Medium shots are the most common types of shots in the movies. Showing most of the subject’s body, medium shots are halfway between long shots and close-ups; however, authors disagree on the definition. While some writers say that the medium shot shows the character from a little above the knees to the top of his head, others state that medium shots only go as low as a little above the waist. Regardless of the academic debate, a medium shot is by all definitions a happy medium between a full shot and a closeup. Also, composition guidelines suggest that frame lines shouldn’t cut the actors on the joints, so as long as operators avoid knees, waists, elbows, etc., the framing shouldn’t be a problem. In other words, just go a little higher or lower with the framing to avoid the joints.
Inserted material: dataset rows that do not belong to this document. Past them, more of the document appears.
def _infer_arrangement(batch: Batch, settings) -> tuple[str, str]:
    tok = settings.tokens_column
    if not (batch.has(tok) and is_integer_list(batch.type_of(tok))):
        return TEXT, "raw text, one document per row"
    tokens = batch.flat(tok)
    found = length_column(batch, settings)
    if found is not None:
        return LENGTHS, f"the {found[1]} column gives the documents of each row"
    real = real_tokens(batch, tokens, settings)
    with_real = real.per_row > 0
    rows = int(np.count_nonzero(with_real))
    padded = int(np.count_nonzero(with_real & (real.per_row < tokens.lengths)))
    restarts = _inner_restarts(batch, tokens, settings, real)
    name, marker = _marker(settings)
    marks = [a for a in (restarts, None if marker is None else _inner_separators(tokens, real, name, marker))
             if a is not None and a.size]
    inside = np.zeros(tokens.lengths.size, dtype=bool)
    for at in marks:
        inside[tokens.rows_at(at)] = True
    packed_rows = int(np.count_nonzero(inside))
    what = " or ".join(w for w, a in (("position restarts", restarts), (f"{name}", marker)) if a is not None)
    unpadded = padded <= max(1, int(rows * 0.01))
    few = PACKED_SHARE_UNPADDED * rows
    packed = packed_rows > 0 and (packed_rows >= PACKED_SHARE * rows
                                  or (unpadded and packed_rows >= few)
                                  or (padded <= MOSTLY_PADDED * rows and packed_rows >= max(2, few)))
    where = f"of the first {rows:,} rows"
    positions = _positions(batch, tokens, settings)
    carry = 0
    if positions is not None and rows and (packed or unpadded):
        # rows that start mid-document: their first real position is above 0 (left padding aside: unpadded rows)
        first = real.first_from(tokens.starts[with_real])
        carry = int(np.count_nonzero(positions.values[first] > 0))
    if carry and carry >= CARRY_SHARE * rows:
        return POSITIONS, (f"{carry:,} {where} start at a position above 0 and {packed_rows:,} hold a document "
                           f"boundary inside them: packed documents whose position_ids restart per document and "
                           f"run on across rows")
    if packed:
        return SEPARATORS, (f"{packed_rows:,} {where} hold a document boundary inside them ({what}): packed "
                            f"documents, joined across rows unless a separator or padding ends them")
    if marker is None and (restarts is None or not restarts.size):
        lengths = tokens.lengths[with_real]
        counts = np.bincount(lengths) if lengths.size else np.zeros(1, dtype=np.int64)
        common, length = counts.max(), int(counts.argmax())
        fits = settings.seq_len is None or length <= settings.seq_len  # rows over the window are split anyway
        if unpadded and rows and common >= 0.9 * rows and fits:
            return UNDECIDED, (f"rows of one length ({length:,} tokens), unpadded, and no {name}_id, no position "
                               f"restart inside a row and no length column to tell documents apart: whether each "
                               f"row is one document or a window of a packed stream cannot be told")
        return ONE_PER_ROW, (f"no {name}_id known and no position restart inside a row: each row is taken as one "
                             f"document ({padded:,} {where} are padded)")
    others = f"; {packed_rows:,} rows that hold a boundary inside are reported as such" if packed_rows else ""
    return ONE_PER_ROW, f"no boundary ({what}) inside {rows - packed_rows:,} {where}: one document per row{others}"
The medium shot also includes two other famous shot types: The two-shot, with two actors facing the same screen direction, and the over-the-shoulder shot, showing a conversation in which the actors sit or stand across from each other:




To record medium shots, a normal lens* should be enough. Adjust distance accordingly.


Close-Up (CU)


In close-up shots, the subject occupies most of the frame, allowing very little observation on the environment. Close-ups are much more dramatic than long or medium shots. They are preferred when emphasizing someone’s emotion: 




Extreme Close-Up (ECU)


Often labeled as a detail shot, extreme close-ups do exactly that: show a small detail that would otherwise be missed in a winder shot. 



For close-ups and extreme close-ups, telephoto lens* are more appropriate.


Insert Shots

Insert shots don’t focus on people. They are utilized to emphasize a relevant object, such as a letter, an envelope with money, or a gun that would otherwise be lost in the grand mise-en-scène. Insert shots are tight shots in which objects fill most of the frame. Even if inserts don’t reveal anything new, they are still welcome during the editing phase, as they smooth transitions between shots, often serving as a neutral shot that allows a breach of the 180 degree rule.




Reaction Shots

Simply put, reaction shots are a cutaway – usually a close-up – of an actor reacting to the main scene, like a conversation or an event, though it can be pretty much anything.The reaction may be conveyed by a sneer, furrowed browns, a grin, or any other gesture that conveys an emotion.


The logic of the reaction shot is that the emotional reaction of the actor depicted will move the story forward or reveal his traits.





On Purpose

Besides the obvious purpose of showing different elements of the mise-en-scène, shot sizes are also important for variety. If the audience were always looking at, say, a close-up shot, they could get bored of that unchanging frame. But because shot sizes are always different within a scene, spectators often have something new on the frame to watch.


Cinematographers should know by heart how the relationship between focal length (types of lenses) and camera-subject distance affects framing, and thus creates the different shot sizes. A true filmmaker, aside from understanding these basic technical concepts, must also comprehend the emotion, purpose, and meaning behind each type of shot.